Top of Material for the task
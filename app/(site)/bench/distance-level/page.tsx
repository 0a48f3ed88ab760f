import { DistanceLevelFigure } from "@/components/figures/distance-level-figure";
import { BenchToolPage, benchToolMetadata } from "../_tool/bench-tool-page";

export const metadata = benchToolMetadata("distance-level");

export default function Page() {
  return <BenchToolPage tool="distance-level" figure={<DistanceLevelFigure />} />;
}
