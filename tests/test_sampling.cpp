// Sample sets fitted to target regions.
#include <catch2/catch.hpp>

#include <cmath>
#include <string>
#include <vector>

#include "coilwright/config.hpp"
#include "coilwright/error.hpp"
#include "coilwright/sampling.hpp"

using namespace coilwright;

TEST_CASE("Gauss–Legendre rules integrate polynomials of degree 2n-1 exactly", "[sampling]") {
  // Property of the n-point Gauss–Legendre rule (Abramowitz & Stegun 25.4.29).
  for (int n : {1, 2, 5, 12, 40}) {
    const auto& g = gauss_legendre(n);
    for (int k = 0; k <= 2 * n - 1; ++k) {
      double s = 0.0;
      for (int i = 0; i < n; ++i) s += g.weights[i] * std::pow(g.nodes[i], k);
      const double exact = k % 2 ? 0.0 : 2.0 / (k + 1);
      CHECK(s == Approx(exact).margin(1e-14));
    }
  }
}

namespace {
Target sphere_target(double radius) {
  Target t;
  t.region = RegionKind::sphere;
  t.radius_m = radius;
  t.field_T = Vec3(0, 0, 1e-3);
  return t;
}
double weighted_mean_r2(const SampleSet& s, const Vec3& c) {
  double m = 0.0;
  for (std::size_t i = 0; i < s.volume.size(); ++i) m += s.weights[i] * (s.volume[i] - c).squaredNorm();
  return m;
}
}  // namespace

TEST_CASE("sphere volume weights reproduce the mean of r^2 = 3R^2/5", "[sampling]") {
  // <r^2> over a ball = 3R^2/5 (elementary integral; common practice, no source).
  const Target t = sphere_target(0.05);
  for (Symmetry sym : {Symmetry{false, false}, Symmetry{true, false}, Symmetry{true, true}}) {
    const SampleSet s = sample_region(t, sym);
    double total = 0.0;
    for (double w : s.weights) total += w;
    CHECK(total == Approx(1.0).epsilon(1e-14));
    // The 3-D rule uses an equal-area lattice for directions; r^2 does not depend on them.
    CHECK(weighted_mean_r2(s, t.centre_m) == Approx(0.6 * 0.05 * 0.05).epsilon(1e-12));
    for (std::size_t i = 0; i < s.boundary.size(); ++i) CHECK(s.boundary[i].norm() == Approx(0.05).epsilon(1e-14));
  }
}

TEST_CASE("axisymmetric samples lie in one half-plane, mirrored ones on one side", "[sampling]") {
  const Target t = sphere_target(0.1);
  const SampleSet s = sample_region(t, Symmetry{true, true});
  for (std::size_t i = 0; i < s.boundary.size(); ++i) {
    CHECK(std::abs(s.boundary.y[i]) < 1e-15);
    CHECK(s.boundary.x[i] >= 0.0);
    CHECK(s.boundary.z[i] >= -1e-15);
  }
  // Far fewer points than the full 3-D surface at the same resolution.
  CHECK(s.boundary.size() * 20 < sample_region(t, Symmetry{}).boundary.size());
}

TEST_CASE("symmetry is detected from the coil system", "[sampling]") {
  const std::string base = R"(
[[circuit]]
name = "main"
current = "1 A"
[[coil]]
name = "pair"
shape = "loop"
centre = ["0 m", "0 m", "0 m"]
axis = [0, 0, 1]
turns = 1
radius = "1 m"
separation = "1 m"
[target]
region = "sphere"
centre = ["0 m", "0 m", "0 m"]
axis = [0, 0, 1]
radius = "0.3 m"
goal = "uniform"
field = ["0 T", "0 T", "1 uT"]
tolerance = "1 %"
)";
  const Model coaxial = parse_model(base, "sym.toml");
  CHECK(detect_symmetry(coaxial).axisymmetric);
  CHECK(detect_symmetry(coaxial).mirrored);
  Model tilted = coaxial;
  tilted.coils[0].axis = Vec3(0, 1, 1).normalized();
  CHECK_FALSE(detect_symmetry(tilted).axisymmetric);
  Model shifted = coaxial;
  shifted.coils[0].centre_m = Vec3(0, 0, 0.1);
  CHECK(detect_symmetry(shifted).axisymmetric);
  CHECK_FALSE(detect_symmetry(shifted).mirrored);
}

TEST_CASE("sample counts bound what sampling makes for every region and symmetry", "[sampling]") {
  // count_samples must never undercount (the reader refuses by it) and should not overcount by
  // much without symmetry (it is the limit users see).
  std::vector<Target> targets;
  for (int res : {2, 5, 12, 40}) {
    Target s = sphere_target(0.2);
    s.resolution = res;
    Target c = s;
    c.region = RegionKind::cylinder;
    c.length_m = 0.7;
    Target b = s;
    b.region = RegionKind::box;
    b.size_m = Vec3(0.3, 0.1, 0.05);
    Target p = b;
    p.region = RegionKind::plane;
    p.size_m = Vec3(0.3, 0.02, 0.0);
    targets.insert(targets.end(), {s, c, b, p});
  }
  for (const Target& t : targets) {
    const SampleCount count = count_samples(t);
    INFO("region " << to_string(t.region) << ", resolution " << t.resolution);
    REQUIRE(count.within_limits());
    for (Symmetry sym : {Symmetry{false, false}, Symmetry{true, false}, Symmetry{true, true}}) {
      const SampleSet s = sample_region(t, sym);
      CHECK(static_cast<double>(s.volume.size() + s.boundary.size()) <= count.points);
    }
    const SampleSet full = sample_region(t, Symmetry{});
    CHECK(static_cast<double>(full.volume.size() + full.boundary.size()) >= 0.5 * count.points);
  }
}

TEST_CASE("targets too large to sample are refused by the reader with the count", "[sampling][config]") {
  // Before: a thin box or a long cylinder asked for ~1e12 samples (a hang, then out of memory),
  // and a resolution above 128 threw std::out_of_range from the Gauss-Legendre table (exit 1).
  const std::string coil = "[[circuit]]\nname = \"main\"\ncurrent = \"1 A\"\n"
                           "[[coil]]\nname = \"a\"\nshape = \"loop\"\nradius = \"2 m\"\n";
  const auto refusal = [&](const std::string& target) {
    try {
      (void)parse_model(coil + "[target]\n" + target + "goal = \"null\"\n", "big.toml");
    } catch (const InputError& e) {
      return std::string(e.what());
    }
    return std::string("accepted");
  };
  using Catch::Matchers::Contains;
  CHECK_THAT(refusal("region = \"box\"\nsize = [\"1 m\", \"1 m\", \"10 um\"]\n"),
             Contains("big.toml:9:10") && Contains("target.region") && Contains("sample points") &&
                 Contains("at most 4e+06 points"));
  CHECK_THAT(refusal("region = \"cylinder\"\nradius = \"1 mm\"\nlength = \"100 m\"\n"),
             Contains("target.region") && Contains("less elongated"));
  CHECK_THAT(refusal("region = \"sphere\"\nradius = \"0.1 m\"\nresolution = 129\n"),
             Contains("target.resolution") && Contains("found 129; accepted: an integer from 2 to 128"));
  CHECK_THAT(refusal("region = \"box\"\nsize = [\"1 m\", \"1 m\", \"0.1 m\"]\nresolution = 100\n"),
             Contains("big.toml:11:14") && Contains("target.resolution") && Contains("resolution 100 would need"));
  CHECK(refusal("region = \"sphere\"\nradius = \"0.1 m\"\nresolution = 128\n") == "accepted");

  // A target built in code is refused by the sampler itself.
  Target t = sphere_target(0.1);
  t.region = RegionKind::plane;
  t.size_m = Vec3(1.0, 1e-9, 0.0);
  CHECK_THROWS_AS(sample_region(t, Symmetry{}), DomainError);
}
Bottom of Material for the task
**Your instructions**
Print, please, the lines from the first line of the material through the line that contains "using namespace coilwright;", exactly as written and with nothing added.

**Result for this exercise**
filename app/(site)/bench/distance-level/page.tsx
repository 0a48f3ed88ab760f
import { DistanceLevelFigure } from "@/components/figures/distance-level-figure";
import { BenchToolPage, benchToolMetadata } from "../_tool/bench-tool-page";

export const metadata = benchToolMetadata("distance-level");

export default function Page() {
  return <BenchToolPage tool="distance-level" figure={<DistanceLevelFigure />} />;
}
filename tests/test_sampling.cpp
// Sample sets fitted to target regions.
#include <catch2/catch.hpp>

#include <cmath>
#include <string>
#include <vector>

#include "coilwright/config.hpp"
#include "coilwright/error.hpp"
#include "coilwright/sampling.hpp"

using namespace coilwright;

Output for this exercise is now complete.